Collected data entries
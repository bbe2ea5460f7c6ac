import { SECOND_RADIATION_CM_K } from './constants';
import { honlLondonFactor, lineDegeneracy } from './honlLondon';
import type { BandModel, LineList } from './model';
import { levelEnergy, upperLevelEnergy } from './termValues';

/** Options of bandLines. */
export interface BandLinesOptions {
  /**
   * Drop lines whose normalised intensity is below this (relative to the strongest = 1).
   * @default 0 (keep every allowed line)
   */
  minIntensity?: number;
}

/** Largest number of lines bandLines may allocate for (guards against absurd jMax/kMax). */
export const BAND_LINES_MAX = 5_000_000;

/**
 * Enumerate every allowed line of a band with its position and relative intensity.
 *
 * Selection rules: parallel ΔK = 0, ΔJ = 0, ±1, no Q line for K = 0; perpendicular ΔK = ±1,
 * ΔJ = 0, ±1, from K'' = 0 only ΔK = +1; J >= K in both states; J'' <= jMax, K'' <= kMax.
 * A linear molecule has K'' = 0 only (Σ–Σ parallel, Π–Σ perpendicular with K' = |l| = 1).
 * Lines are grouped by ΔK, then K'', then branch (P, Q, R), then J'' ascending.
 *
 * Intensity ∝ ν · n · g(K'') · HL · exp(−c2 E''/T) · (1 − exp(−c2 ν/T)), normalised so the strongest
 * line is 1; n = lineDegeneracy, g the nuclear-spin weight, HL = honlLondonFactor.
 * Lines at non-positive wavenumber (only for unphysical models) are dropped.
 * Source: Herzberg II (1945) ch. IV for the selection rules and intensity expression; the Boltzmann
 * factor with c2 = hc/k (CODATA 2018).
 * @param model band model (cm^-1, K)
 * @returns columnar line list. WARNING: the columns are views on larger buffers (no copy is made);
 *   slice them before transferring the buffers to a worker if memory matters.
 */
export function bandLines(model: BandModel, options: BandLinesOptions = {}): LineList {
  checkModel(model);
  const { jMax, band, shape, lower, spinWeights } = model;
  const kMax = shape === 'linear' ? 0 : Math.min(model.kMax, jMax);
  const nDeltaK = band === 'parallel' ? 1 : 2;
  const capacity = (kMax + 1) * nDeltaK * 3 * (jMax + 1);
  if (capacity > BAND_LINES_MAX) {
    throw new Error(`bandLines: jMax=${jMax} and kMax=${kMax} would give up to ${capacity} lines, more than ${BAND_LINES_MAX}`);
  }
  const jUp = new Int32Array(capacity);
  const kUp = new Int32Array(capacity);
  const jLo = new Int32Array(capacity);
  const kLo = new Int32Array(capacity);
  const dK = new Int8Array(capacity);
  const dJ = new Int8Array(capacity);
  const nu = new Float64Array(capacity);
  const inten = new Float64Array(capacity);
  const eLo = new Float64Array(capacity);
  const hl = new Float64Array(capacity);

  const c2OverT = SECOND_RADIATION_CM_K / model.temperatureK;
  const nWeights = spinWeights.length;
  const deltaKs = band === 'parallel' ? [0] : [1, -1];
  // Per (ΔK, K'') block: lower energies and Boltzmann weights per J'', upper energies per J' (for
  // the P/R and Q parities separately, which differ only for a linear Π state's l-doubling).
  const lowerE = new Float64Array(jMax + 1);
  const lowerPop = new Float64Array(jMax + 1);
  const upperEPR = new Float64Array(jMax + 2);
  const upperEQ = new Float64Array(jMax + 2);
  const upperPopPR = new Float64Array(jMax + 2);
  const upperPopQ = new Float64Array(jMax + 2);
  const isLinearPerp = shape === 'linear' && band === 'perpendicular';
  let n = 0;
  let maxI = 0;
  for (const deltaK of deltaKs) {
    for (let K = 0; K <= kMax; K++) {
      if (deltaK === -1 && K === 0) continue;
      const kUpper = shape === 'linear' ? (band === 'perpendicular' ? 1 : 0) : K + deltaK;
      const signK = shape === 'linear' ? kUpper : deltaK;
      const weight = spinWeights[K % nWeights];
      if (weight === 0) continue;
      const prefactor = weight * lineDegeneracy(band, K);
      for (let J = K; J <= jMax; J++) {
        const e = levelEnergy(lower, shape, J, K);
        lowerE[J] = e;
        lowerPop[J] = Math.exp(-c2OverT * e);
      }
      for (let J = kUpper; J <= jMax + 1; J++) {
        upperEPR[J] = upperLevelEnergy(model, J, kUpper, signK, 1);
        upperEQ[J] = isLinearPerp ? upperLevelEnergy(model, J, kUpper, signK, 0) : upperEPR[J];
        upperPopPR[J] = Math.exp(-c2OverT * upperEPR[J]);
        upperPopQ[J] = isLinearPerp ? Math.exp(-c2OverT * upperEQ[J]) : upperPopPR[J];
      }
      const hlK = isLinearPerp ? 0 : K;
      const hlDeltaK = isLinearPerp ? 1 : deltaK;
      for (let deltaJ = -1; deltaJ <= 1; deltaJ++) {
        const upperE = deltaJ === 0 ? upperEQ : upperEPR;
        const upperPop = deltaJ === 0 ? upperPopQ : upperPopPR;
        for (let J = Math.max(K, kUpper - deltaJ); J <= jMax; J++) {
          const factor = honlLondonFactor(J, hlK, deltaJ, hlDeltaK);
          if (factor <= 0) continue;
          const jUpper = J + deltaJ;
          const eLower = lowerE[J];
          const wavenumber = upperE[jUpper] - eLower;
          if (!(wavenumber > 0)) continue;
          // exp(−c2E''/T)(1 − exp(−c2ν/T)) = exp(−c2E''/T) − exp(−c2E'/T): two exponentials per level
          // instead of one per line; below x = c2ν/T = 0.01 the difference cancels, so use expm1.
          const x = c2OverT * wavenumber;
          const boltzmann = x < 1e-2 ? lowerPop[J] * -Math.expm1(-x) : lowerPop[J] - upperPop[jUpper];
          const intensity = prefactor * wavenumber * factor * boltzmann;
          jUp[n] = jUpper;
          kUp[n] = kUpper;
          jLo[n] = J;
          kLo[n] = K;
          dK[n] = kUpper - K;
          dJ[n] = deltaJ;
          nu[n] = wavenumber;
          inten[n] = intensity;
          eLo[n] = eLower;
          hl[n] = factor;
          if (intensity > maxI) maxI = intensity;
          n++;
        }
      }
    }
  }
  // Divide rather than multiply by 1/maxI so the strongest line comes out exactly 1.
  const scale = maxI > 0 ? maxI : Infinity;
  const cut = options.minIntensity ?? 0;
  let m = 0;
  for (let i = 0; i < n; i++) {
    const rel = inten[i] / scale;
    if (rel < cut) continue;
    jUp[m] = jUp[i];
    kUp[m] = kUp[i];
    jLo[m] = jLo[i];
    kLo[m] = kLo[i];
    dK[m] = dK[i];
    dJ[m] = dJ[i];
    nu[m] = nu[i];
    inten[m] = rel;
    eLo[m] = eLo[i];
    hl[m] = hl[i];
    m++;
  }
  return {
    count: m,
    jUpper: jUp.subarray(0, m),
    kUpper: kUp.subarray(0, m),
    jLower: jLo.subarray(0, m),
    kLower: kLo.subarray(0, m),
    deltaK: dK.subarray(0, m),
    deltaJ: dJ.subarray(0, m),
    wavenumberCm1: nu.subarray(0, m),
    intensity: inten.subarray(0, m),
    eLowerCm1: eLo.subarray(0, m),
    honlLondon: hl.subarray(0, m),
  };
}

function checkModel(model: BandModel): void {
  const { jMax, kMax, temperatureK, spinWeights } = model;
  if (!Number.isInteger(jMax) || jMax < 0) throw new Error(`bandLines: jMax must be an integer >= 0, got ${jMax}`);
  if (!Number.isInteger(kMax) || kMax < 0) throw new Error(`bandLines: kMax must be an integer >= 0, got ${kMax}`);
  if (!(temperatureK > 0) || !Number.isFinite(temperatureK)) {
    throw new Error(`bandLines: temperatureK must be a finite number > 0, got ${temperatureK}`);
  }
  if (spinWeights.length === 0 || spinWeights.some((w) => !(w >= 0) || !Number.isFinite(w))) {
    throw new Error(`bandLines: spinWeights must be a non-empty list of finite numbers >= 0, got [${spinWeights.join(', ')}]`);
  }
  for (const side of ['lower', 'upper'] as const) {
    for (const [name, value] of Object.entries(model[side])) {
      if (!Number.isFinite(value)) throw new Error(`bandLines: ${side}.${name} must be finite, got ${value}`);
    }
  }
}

- [EXERCISE]:
Please go through the data and copy each line containing the word "with".

- [OUTPUT OF THE TASK]:
 * Enumerate every allowed line of a band with its position and relative intensity.
 * A linear molecule has K'' = 0 only (Σ–Σ parallel, Π–Σ perpendicular with K' = |l| = 1).
 * factor with c2 = hc/k (CODATA 2018).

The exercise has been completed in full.